OFAC as well identified the following three Russian entities for operating or having operated in the Russian financial services sector:

• Joint Stock Company Alfa-Bank is Russia’s largest privately owned financial institution, and Russia’s fourth-largest financial institution overall.
• Credit Bank of Moscow Public Joint Stock Company is Russia’s largest non-state public bank and Russia’s sixth-largest financial institution.
• Sberbank, which is described above.

The administration also worked with Germany to ensure the Nord Stream 2 pipeline would not move forward.

As bombs drop, world leaders wail, gnash teeth, world wonders: Why?

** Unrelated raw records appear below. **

def _markdown(corner: str, cols, rows, body, footer, notes) -> str:
    esc = lambda s: s.replace("|", "\\|")  # noqa: E731
    lines = ["| dataset | " + " | ".join(esc(c) for c in cols) + " |", "|---|" + "---:|" * len(cols)]
    lines += [f"| {esc(r)} | " + " | ".join(cells) + " |" for r, cells in zip(rows, body)]
    lines += [f"| *{name}* | " + " | ".join(cells) + " |" for name, cells in footer]
    return "\n".join(lines + [""] + notes) + "\n"


_LATEX_SPECIAL = {
    "\\": r"\textbackslash{}", "&": r"\&", "%": r"\%", "$": r"\$", "#": r"\#",
    "_": r"\_", "{": r"\{", "}": r"\}", "~": r"\textasciitilde{}", "^": r"\textasciicircum{}",
}


def latex_escape(text: str) -> str:
    """Escape LaTeX's special characters in a label."""
    return "".join(_LATEX_SPECIAL.get(ch, ch) for ch in text)


def _latex(corner: str, cols, rows, body, footer, notes) -> str:
    lines = [
        "% " + " ".join(notes).replace("\n", " "),
        "\\begin{tabular}{l" + "r" * len(cols) + "}",
        "\\hline",
        "dataset & " + " & ".join(latex_escape(c) for c in cols) + " \\\\",
        "\\hline",
    ]
    lines += [latex_escape(r) + " & " + " & ".join(cells) + " \\\\" for r, cells in zip(rows, body)]
    lines.append("\\hline")
    lines += [f"\\emph{{{name}}} & " + " & ".join(cells) + " \\\\" for name, cells in footer]
    lines += ["\\hline", "\\end{tabular}"]
    return "\n".join(lines) + "\n"


def _table_csv(means: pd.DataFrame, sds: pd.DataFrame | None, avg: pd.Series, avg_rank: pd.Series) -> str:
    out = means.copy()
    out.loc["average"] = avg
    out.loc["average rank"] = avg_rank
    if sds is not None:
        sd_part = sds.copy()
        sd_part.columns = [f"{c} sd" for c in sds.columns]
        out = out.join(sd_part)
    out.index.name = "dataset"
    out.columns = [str(c) for c in out.columns]
    return out.to_csv(float_format="%.10g")


# --------------------------------------------------------------------------
# two configurations
# --------------------------------------------------------------------------


@dataclass(frozen=True)
class Comparison:
    """Paired comparison of two configurations over datasets."""

    metric: str
    higher_is_better: bool
    config_a: str
    config_b: str
    datasets: list[str]
    excluded: list[str]
    sign: stats.SignTestResult
    wilcoxon: stats.SignedRankResult | None

    def to_dict(self) -> dict[str, Any]:
        w = self.wilcoxon
        return {
            "metric": self.metric,
            "higher_is_better": self.higher_is_better,
            "config_a": self.config_a,
            "config_b": self.config_b,
            "n": len(self.datasets),
            "excluded": self.excluded,
            "wins": self.sign.wins,
            "ties": self.sign.ties,
            "losses": self.sign.losses,
            "sign_test_p": self.sign.p_value,
            "wilcoxon": None if w is None else {
                "r_plus": w.r_plus, "r_minus": w.r_minus, "T": w.statistic, "p_value": w.p_value,
                "n": w.n, "zero_method": w.zero_method, "method": w.method,
            },
        }

    def to_text(self) -> str:
        s, w = self.sign, self.wilcoxon
        lines = [
            f"{self.config_a} vs {self.config_b} on {self.metric} ({'higher' if self.higher_is_better else 'lower'} is better), {len(self.datasets)} datasets",
            f"wins/ties/losses of {self.config_a}: {s.wins}/{s.ties}/{s.losses}   sign test p = {s.p_value:.4g} (ties {s.ties_method})",
        ]
        if w is None:
            lines.append("Wilcoxon signed-rank: not computed (every difference is zero)")
        else:
            lines.append(
                f"Wilcoxon signed-rank: R+ = {w.r_plus:g}, R- = {w.r_minus:g}, T = {w.statistic:g}, "
                f"p = {w.p_value:.4g} ({w.method}, zeros: {w.zero_method}, n = {w.n})"
            )
        if self.excluded:
            lines.append(f"excluded (missing cells): {', '.join(self.excluded)}")
        return "\n".join(lines) + "\n"
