def _paired_fold_table(frame: pd.DataFrame, metric: str, a: str, b: str) -> dict[str, tuple[np.ndarray, np.ndarray]]:
    """dataset -> (scores of ``a``, scores of ``b``) on the (repeat, fold)s both have, in (repeat, fold) order."""
    index = ["dataset", "repeat", "fold"]
    sides = [frame[frame["config_id"] == c].drop_duplicates(index).set_index(index)[metric] for c in (a, b)]
    both = pd.concat(sides, axis=1, keys=["a", "b"], join="inner").sort_index()
    out = {}
    for dataset, part in both.groupby(level="dataset", sort=False):
        out[str(dataset)] = (part["a"].to_numpy(dtype=float), part["b"].to_numpy(dtype=float))
    return out


def _fold_test(res: SweepResults, metric: str, dataset: str, a: Any, b: Any,
               frame: pd.DataFrame) -> tuple[float, int]:
    """(corrected resampled t p-value, shared folds) of ``a`` against ``b`` on one dataset."""
    if not isinstance(a, str) or not isinstance(b, str):
        return float("nan"), 0
    x, y = _paired_folds(frame, metric, dataset, a, b)
    ratio = _test_train_ratio(res)
    if x.size < 2 or not math.isfinite(ratio):
        return float("nan"), int(x.size)
    return stats.corrected_resampled_t(x, y, test_train_ratio=ratio).p_value, int(x.size)


def _params_of(confs: pd.DataFrame, ids: pd.Series, params: list[str]) -> list[dict[str, Any] | None]:
    """Each configuration's parameters as a dict, leaving out those it lacks (NaN/None)."""
    known = [isinstance(c, str) for c in ids]
    rows = confs.reindex([c for c, k in zip(ids, known) if k])[params].to_dict("records")
    it = iter(rows)
    return [{k: _param_value(v) for k, v in next(it).items() if _plain(v) is not None} if k else None for k in known]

As sanctions bite, fincrime compliance professionals should also take a closer look at Russia’s top trading partners, with China at the top of the list, outpacing every other country by far, with nearly $50 billion in Russian exports to the region, according to industry estimates.

Russia’s other top export partners include the Netherlands, the United Kingdom, Germany, Belarus and, at No. 10, the U.S.

While large, international banks fret over sanctions compliance challenges, and work to anticipate how Russia will try to evade sanctions with the help of longtime allies and trading partners, many in the world simply want to know, why?

Why did Russia invade Ukraine?

The reasons are manifold, but chiefly boil down to Putin himself not wanting a neighbor and former part of the crumbled Soviet Union to become an ally – of many of his sworn foes, according to analysis by U.S. News and World Report.

“Ukraine’s ambitions to align itself more with Western countries – including its publicly stated interest in joining NATO, which itself was founded at least in part to deter Soviet expansion – has been met with aggression from Russia,” the council notes, as reported by the publication.

Tensions boiled over in 2014 after Ukrainians ousted a Russia-aligned president.

“Russia – under the dubious claim of protecting ethnic Russians and Russian-speakers from Ukrainian persecution – annexed the Crimea region of Ukraine in a move widely condemned by the international community,” a harbinger of things to come.

One of Russia’s top demands has been to prevent Ukraine from joining NATO, a military alliance between 28 European countries and two North American countries dedicated to preserving peace and security in the North Atlantic area, according to the report.

“The former Soviet state is one of just a few countries in Eastern Europe that aren’t members of the alliance,” putting a critical pressure point right on Russia’s doorstep and would be an affront to Putin’s own perceptions of projecting authority and influence on the international geo-political stage.

“The Kremlin in general views NATO expansion as a “’fundamental concern,’” according to a translated readout of a Jan. 28 call between Putin and French President Emmanuel Macron, according to the report.

While many fincrime compliance teams are still fretting about how to properly digest and implement so many sanctions updates so quickly, one longtime designation denizen is calling on public and private sector entities to pull back, if just for a moment, and see the historic repercussions of the day.

“Today was an amazing day if you were a sanctions person,” said Eric Sohn, publisher of MrWatchlist.com, in a social media post. “Just amazing in the scope and breadth of what they did, and the level of cooperation and coordination was stunning.”